Attempts to suppress
Ineffective until our little siren
Hears her own feet sing crunch
With dried leaves on the platform.
This an unusually warm October
Morning I am already late
- For Toi
A few good words with Brian
Interview Questions for Brian Francis
BVS: I loved “Preservation” for its invocation of Preservation Hall in New Orleans and jazz great Louis Armstrong. How do you see that space and its history speak to the place of the poem (Harlem)? What ties these two artifacts together?
BF: History is always growing. As our present becomes history. When I consider Louis Armstrong’s music I think of the preservation of legacy in the broader cultural sense and personal memories that tie us to spaces, to people. The idea of how space changes over time, but there are crystallized moments that will endure. Sometimes it’s in a song that was playing or a memory on a specific block or it’s your best friend saying “sit and dream with me.” Some things just live forever inside you.
BVS: I wanted our readers to see the Romare Bearden collage that your ekphrastic poem, “Watching the Good Trains Go By” references: What called you to this work? What spoke to you about it?
BF: This was born out of a prompt from the last year of my Cave Canem fellowship. Toi Dericotte had us sitting around a desk, each randomly picking a postcard. Each postcard, a different piece of art. We were to use the artwork on the postcard as our inspiration/prompt and mail the final product to Toi.

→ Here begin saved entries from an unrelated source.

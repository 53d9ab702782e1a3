package branch

import (
	"math"

	"holdfast/model"
)

// Options steers Follow and FoldCurves. The zero value is right for nearly all
// designs.
type Options struct {
	// Samples is the number of settings over the knob's range, ends included, at
	// which states are looked for besides today's; 0: 5.
	Samples int
	// High is the upper edge of the box of amounts, one value a species; nil: ten
	// times the boxes that hold all states at the samples.
	High []float64
	// Steps is the most steps along one branch in one direction; 0: 4000.
	Steps int
}

func (o Options) withDefaults() Options {
	if o.Samples == 0 {
		o.Samples = 5
	}
	o.Samples = max(o.Samples, 2)
	if o.Steps == 0 {
		o.Steps = 4000
	}
	return o
}

// checkBox sees that the box, if there is one, has a positive edge for each species.
func (o Options) checkBox(n *model.Network) error {
	if o.High == nil {
		return nil
	}
	for i, s := range n.Species {
		if i >= len(o.High) || !(o.High[i] > 0) || math.IsInf(o.High[i], 0) {
			return &BoxError{s.Name, o.High}
		}
	}
	return nil
}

I was only vaguely familiar with Romare Bearden’s work when I picked the postcard, but I was immediately drawn to the guitar and the expressions on each face. Almost resigned. Wanting, still. I tried to write for weeks and nothing came. I carried the postcard with me for years, switching it from journal to journal.
It took me 6 years to return to the postcard in a meaningful way. I stared, thinking about the transcendence of some elders. I thought of riding the MTA in New York. The quotidian and small miracles from different angles. The impermanence of the vessel. The repetition of routes.
I’m struck by the thought of all we leave and all that awaits us. Each person, their own possibility.
BVS: These are wild and trying times. What art (literature, music, film etc.) are you turning to to find joy, levity, or light?
BF: Stevie Wonder, Black Thought, TV on the Radio, Bill Withers, Brittany Howard, Neil Young, Run the Jewels, Khruangbin, Fiona Apple, Anderson. Paak. I’ve spent time running through their respective catalogues this year.
Bisa Butler has been a visual artist whose work has been inspiring me all year.
I’ve been reading Natalie Diaz, Dean Young and Ross Gay pretty obsessively this year. I really enjoyed Educated by Tara Westover and Natasha Tretheway’s Memorial Drive.
Most of my Joy has been watching my toddler experience music from the Sesame Street archives. There aren’t enough versions of I Don’t Want to Live on the Moon for me.
Brian Francis is a Cave Canem fellow from New York City. He has a BA in Creative Nonfiction from the University of Pittsburgh and an MFA in Poetry from NYU. His work has appeared in The Cortland Review, Tupelo Quarterly, Vinyl Poetry, Kweli Journal, No, Dear, Pittsburgh Poetry Review. He teaches Middle School and lives in Harlem.